At one point in this six-person rant, Sitek says something to the effect of: “We need to stop using music to drown the world out. It’s all about the wePod. We’re all going to have to hear the same song…” and then Adebimpe breaks in: “…or dead silence. Which is awesome. And fortunately, everything dies.” TVOTR albums have a tendency to grow on you, like mushrooms, and Dear Science is definitely a grower, but mostly, underneath its disco rhythms and pop opuses, it is an ornately decorated Trojan horse for smuggling that dark sentiment onto the radio and the dancefloor. It’s not the alienation effect of agit-pop or even a protest, but a deeper existential ambivalence about the state of the world, as if to ask, Is it even worth saving? Is it even supposed to live?

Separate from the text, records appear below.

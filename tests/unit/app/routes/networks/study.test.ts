// The study page, its progress stream and its CSV downloads, called as the server calls them:
// who may read them, what a bad query answers, and numbers that agree with the API's study and
// with hand arithmetic (the town's 7 MW lost with its one feeder out; half of it at half load).
import { beforeAll, describe, expect, it } from "vitest";
import { getDb } from "#app/lib/db.server.ts";
import { studyView } from "#app/lib/studyView.ts";
import { action as studyApi } from "#app/routes/api/network-study.ts";
import { loader as pageLoader } from "#app/routes/networks/study.tsx";
import { loader as runLoader } from "#app/routes/networks/study-run.ts";
import { loader as csvLoader } from "#app/routes/networks/study-csv.ts";
import { loader as reportLoader } from "#app/routes/networks/report.tsx";
import { validateNetwork } from "#solver/schema.ts";
import { insertMembership } from "#db/teams.ts";
import { createNetwork } from "#app/lib/networks.server.ts";
import { starNetwork } from "../../../largeNetworks.ts";
import { call, cookieFor, getRequest, jsonRequest, makeUser, type Outcome } from "../harness.ts";
import { demoDocument, freshWorld, makePeople, type People, type World } from "../reviewWorld.ts";

let people: People;
let world: World;

beforeAll(async () => {
  people = await makePeople("Study page");
  world = await freshWorld(people, "Study page");
});

/**
 * A viewer of the team of their own: each account has its own compute budget, and a full study
 * of the demo (N-1 and 20 years) spends most of one.
 */
async function newViewer(): Promise<string> {
  const user = await makeUser("Study reader");
  await insertMembership(await getDb(), people.team.id, user.id, "viewer");
  return cookieFor(user);
}

const params = () => ({ networkId: String(world.networkId) });
const page = (query: string, cookie = people.cookies.viewer) => call(pageLoader, getRequest(`/networks/${world.networkId}/study${query}`, cookie), params());
const run = (query: string, cookie = people.cookies.viewer) => call(runLoader, getRequest(`/networks/${world.networkId}/study/run${query}`, cookie), params());
const csv = (query: string, cookie = people.cookies.viewer) => call(csvLoader, getRequest(`/networks/${world.networkId}/study.csv${query}`, cookie), params());

function lines(outcome: Outcome): Record<string, any>[] {
  expect(outcome.headers.get("Content-Type")).toMatch(/ndjson/);
  return String(outcome.body)
    .trim()
    .split("\n")
    .map((line) => JSON.parse(line));
}

describe("the study page", () => {
  it("opens for a viewer with the network's three operating cases and its growth", async () => {
    const outcome = await page("");
    expect(outcome.status).toBe(200);
    expect(outcome.body.cases.map((c: { id: string }) => c.id)).toEqual(["winter-peak", "summer-light", "town-feeder-out"]);
    expect(outcome.body.growth).toEqual({ ratePctPerYear: 2, years: 20 });
    expect(outcome.body.branchCount).toBe(5);
    expect(outcome.body.mayEditCases).toBe(false);
    expect((await page("", people.cookies.editor)).body.mayEditCases).toBe(true);
  });

  it("answers a query it cannot run with 400 and a sentence per field", async () => {
    const outcome = await page("?outages=maybe&years=on&rate=lots&horizon=500");
    expect(outcome.status).toBe(400);
    expect(outcome.body.optionErrors.outages).toMatch(/"maybe" is not a choice/);
    expect(outcome.body.optionErrors.rate).toMatch(/"lots" is not a number/);
    expect(outcome.body.optionErrors.horizon).toMatch(/at most 100 years/);
    expect((await page("?rate=2")).body.optionErrors.years).toMatch(/without asking for the years study/);
  });

  it("is not found for an outsider and sends someone signed out to sign in", async () => {
    expect((await page("", people.cookies.outsider)).status).toBe(404);
    expect((await run("", people.cookies.outsider)).status).toBe(404);
    expect((await csv("?table=cases", people.cookies.outsider)).status).toBe(404);
    expect((await page("", "")).status).toBe(302);
    expect((await run("", "")).status).toBe(302);
  });
});

describe("the study stream", () => {
  it("reports progress up to every load flow, then rows equal to the API's study of the same revision", async () => {
    const outcome = await run("?outages=on&years=on", await newViewer());
    expect(outcome.status).toBe(200);
    const all = lines(outcome);
    const progress = all.filter((l) => l.progress).map((l) => l.progress);
    const last = all.at(-1)!;
    expect(last.view).toBeDefined();
    // 3 cases + 3 × 5 outages + 20 years × 3 cases.
    expect(progress.at(-1)).toMatchObject({ done: 3 + 15 + 60, total: 3 + 15 + 60, stage: expect.stringMatching(/^Years of growth/) });
    expect(progress.map((p) => p.done)).toEqual([...progress.map((p) => p.done)].sort((a, b) => a - b));

    const api = await call(studyApi, jsonRequest("POST", `/api/networks/${world.networkId}/study`, { cookie: await newViewer(), body: { outages: true, years: true } }), params());
    const checked = validateNetwork(demoDocument("Study page main"));
    if (!checked.ok) throw new Error("the demo must validate");
    expect(last.view).toEqual(JSON.parse(JSON.stringify(studyView(checked.network, api.body))));
  });

  it("loses the town's 7 MW with its one feeder out at peak, and 3.5 MW at half load (by hand: 7 × 0.5)", async () => {
    const view = lines(await run("?outages=on", await newViewer())).at(-1)!.view;
    const town = (caseId: string) => view.outages.rows.find((o: any) => o.case.id === caseId && o.elementId === "l-town");
    expect(town("winter-peak").lostLoadMW).toBe(7);
    expect(town("summer-light").lostLoadMW).toBe(3.5);
    // The worst first: the chain is radial, so every outage loses load, the most first.
    const lost = view.outages.rows.filter((o: any) => o.converged).map((o: any) => o.lostLoadMW);
    expect(lost.every((mw: number) => mw > 0)).toBe(true);
    expect(lost).toEqual([...lost].sort((a, b) => b - a));
    // The case with the feeder already out is not studied with it out again.
    expect(town("town-feeder-out")).toBeUndefined();
    expect(view.years).toBeNull();
  });

  it("runs the years on a growth given for this run", async () => {
    const view = lines(await run("?years=on&rate=5&horizon=10", await newViewer())).at(-1)!.view;
    expect(view.growth).toMatchObject({ ratePctPerYear: 5, years: 10 });
    expect(view.years.rows.every((y: any) => y.firstYear >= 0 && y.firstYear <= 10)).toBe(true);
  });

  it("answers a bad query with 400 before running anything", async () => {
    const outcome = await run("?years=on&rate=500&horizon=10");
    expect(outcome.status).toBe(400);
    expect(outcome.body.error).toMatch(/growth rate must be at most 100 %/);
  });

  it("is open to a view link and closed to a revoked one", async () => {
    const viaLink = (token: string) => call(runLoader, getRequest(`/s/${token}/study/run`), { token });
    const live = await viaLink(world.tokens.viewLink);
    expect(live.status).toBe(200);
    expect(lines(live).at(-1)!.view.cases).toHaveLength(3);
    expect((await viaLink(world.tokens.revokedLink)).status).toBe(410);
  });

  it("refuses a study past the reader's compute budget with 429 and a sentence, before streaming", async () => {
    const reader = await newViewer();
    expect((await run("?outages=on&years=on", reader)).status).toBe(200);
    const refused = await run("?outages=on&years=on&rate=3&horizon=20", reader);
    expect(refused.status).toBe(429);
    expect(refused.body.error).toMatch(/\w/);
  });
});

describe("the study CSV", () => {
  it("downloads each table of the study the page shows", async () => {
    const reader = await newViewer();
    const outcome = await csv("?table=outages&outages=on", reader);
    expect(outcome.status).toBe(200);
    expect(outcome.headers.get("Content-Type")).toMatch(/text\/csv/);
    expect(outcome.headers.get("Content-Disposition")).toMatch(/study-outages\.csv/);
    const rows = String(outcome.body).trimEnd().split("\r\n").map((r) => r.split(","));
    const lost = rows[0].indexOf("lost_load_MW");
    expect(rows.find((r) => r[0] === "winter-peak" && r[1] === "l-town")![lost]).toBe("7");
    for (const table of ["cases", "envelope"]) expect((await csv(`?table=${table}`, reader)).status).toBe(200);
    expect((await csv("?table=years&years=on", reader)).status).toBe(200);
    // The study just run for the N-1 table answers this one too, at no cost.
    expect((await csv("?table=firm-capacity&outages=on", reader)).status).toBe(200);
  });

  it("says what is missing instead of an empty file", async () => {
    expect(await csv("?table=outages")).toMatchObject({ status: 400, body: expect.stringMatching(/needs the outage study: add outages=on/) });
    expect(await csv("?table=years")).toMatchObject({ status: 400, body: expect.stringMatching(/add years=on/) });
    expect(await csv("?table=buses")).toMatchObject({ status: 400, body: expect.stringMatching(/Name the table/) });
    expect(await csv("?table=cases&outages=perhaps")).toMatchObject({ status: 400, body: expect.stringMatching(/"perhaps" is not a choice/) });
  });

  it("asks a network without growth for one", async () => {
    const db = await getDb();
    const document = { ...demoDocument("No growth"), growth: undefined };
    const { createNetwork } = await import("#app/lib/networks.server.ts");
    const made = await createNetwork(db, { teamId: people.team.id, document, authorId: people.owner.id });
    if (!made.ok) throw new Error("fixture must validate");
    const outcome = await call(csvLoader, getRequest(`/networks/${made.network.id}/study.csv?table=years&years=on`, people.cookies.viewer), { networkId: String(made.network.id) });
    expect(outcome.status).toBe(400);
    expect(outcome.body).toMatch(/gives no load growth/);
  });
});

describe("the report's study part", () => {
  it("carries the cases, N-1 and the network's years, with the same rows as the study page", async () => {
    const reader = await newViewer();
    const report = await call(reportLoader, getRequest(`/networks/${world.networkId}/report`, reader), params());
    expect(report.status).toBe(200);
    const part = report.body.reportStudy;
    expect(part).toMatchObject({ error: null, withYears: true });
    expect(part.view.outages.rows.find((o: any) => o.case.id === "winter-peak" && o.elementId === "l-town").lostLoadMW).toBe(7);
    expect(part.view.growth).toMatchObject({ ratePctPerYear: 2, years: 20 });
    const page = lines(await run("?outages=on&years=on", await newViewer())).at(-1)!.view;
    expect(JSON.parse(JSON.stringify(part.view))).toEqual(page);
  });

  it("says why the study is missing when the reader's budget is spent, and still gives the report", async () => {
    const reader = await newViewer();
    expect((await run("?outages=on&years=on", reader)).status).toBe(200);
    // A network no one has reported on yet: a kept report study would be free.
    const made = await createNetwork(await getDb(), { teamId: people.team.id, document: demoDocument("Study page, budget spent"), authorId: people.owner.id });
    if (!made.ok) throw new Error("fixture must validate");
    const report = await call(reportLoader, getRequest(`/networks/${made.network.id}/report`, reader), { networkId: String(made.network.id) });
    expect(report.status).toBe(200);
    expect(report.body.reportStudy.view).toBeNull();
    expect(report.body.reportStudy.error).toMatch(/\w/);
  });

  it("keeps the report's study per revision: a second reader, whose budget is spent, is given it free", async () => {
    const first = await call(reportLoader, getRequest(`/networks/${world.networkId}/report`, await newViewer()), params());
    expect(first.body.reportStudy.view).not.toBeNull();
    const reader = await newViewer();
    expect((await run("?outages=on&years=on", reader)).status).toBe(200);
    const report = await call(reportLoader, getRequest(`/networks/${world.networkId}/report`, reader), params());
    expect(report.body.reportStudy).toEqual(first.body.reportStudy);
  });

  it("leaves an N-1 too large for a report to the study page, and says so", async () => {
    // 1,600 spurs: N-1 alone would be 1,600 load flows.
    const made = await createNetwork(await getDb(), { teamId: people.team.id, document: starNetwork(1600), authorId: people.owner.id });
    if (!made.ok) throw new Error("fixture must validate");
    const report = await call(reportLoader, getRequest(`/networks/${made.network.id}/report`, await newViewer()), { networkId: String(made.network.id) });
    expect(report.status).toBe(200);
    expect(report.body.reportStudy.skipped).toMatch(/N-1 \(1,600 load flows\) is too large for a report/);
    expect(report.body.reportStudy.view.outages).toBeNull();
    expect(report.body.reportStudy.view.cases).toHaveLength(1);
  });
});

“Man, this fucking Hadron Collider. I hope they make a black hole. Shit is amazing to me. It’s like me when I got my first soldering iron, taking my dad’s stereo apart, thinking there is NO WAY I’m gonna put this back together. Someone way high up in that organization is secretly having that thought, like, We probably shouldn’t do this but… we already got the grant money.” Now Sitek is sounding off on the September tenth date for the first attempt to circulate a beam in the Large Hadron Collider in Geneva, Switzerland, an experiment that, according to some equations, could create miniature black holes and other unstable phenomena. In short, a lot of highly respected scientists are playing a game of Which Screw? with the entire world, prompting any number of hard science publications and websites to run headlines like “If the LHC created a black hole, it probably wouldn’t matter” and “The LHC was tested this weekend and a black hole hasn’t destroyed the Earth…yet.” The switch will be flipped well before the street date of this magazine—not to mention the release of Dear Science—so either the skeptics were wrong or there won’t be any Earth for you to read it on, let alone a record store for you to buy an Interscope release. Lest you think this is a random aside, the name Dear Science was inspired by the approaching LHC experiment, along with another (serious) proposal to counteract climate change by blowing up the moon. To which the only sane reaction is: Um, Dear Science… It’s all sort of an open letter to western civilization. You’d have to transcribe all the lyrics and talk to each member of TVOTR for days to understand the full content of that letter, but it is Adebimpe who probably summarizes it best: “You better dance now, motherfuckers. Dance while you can.”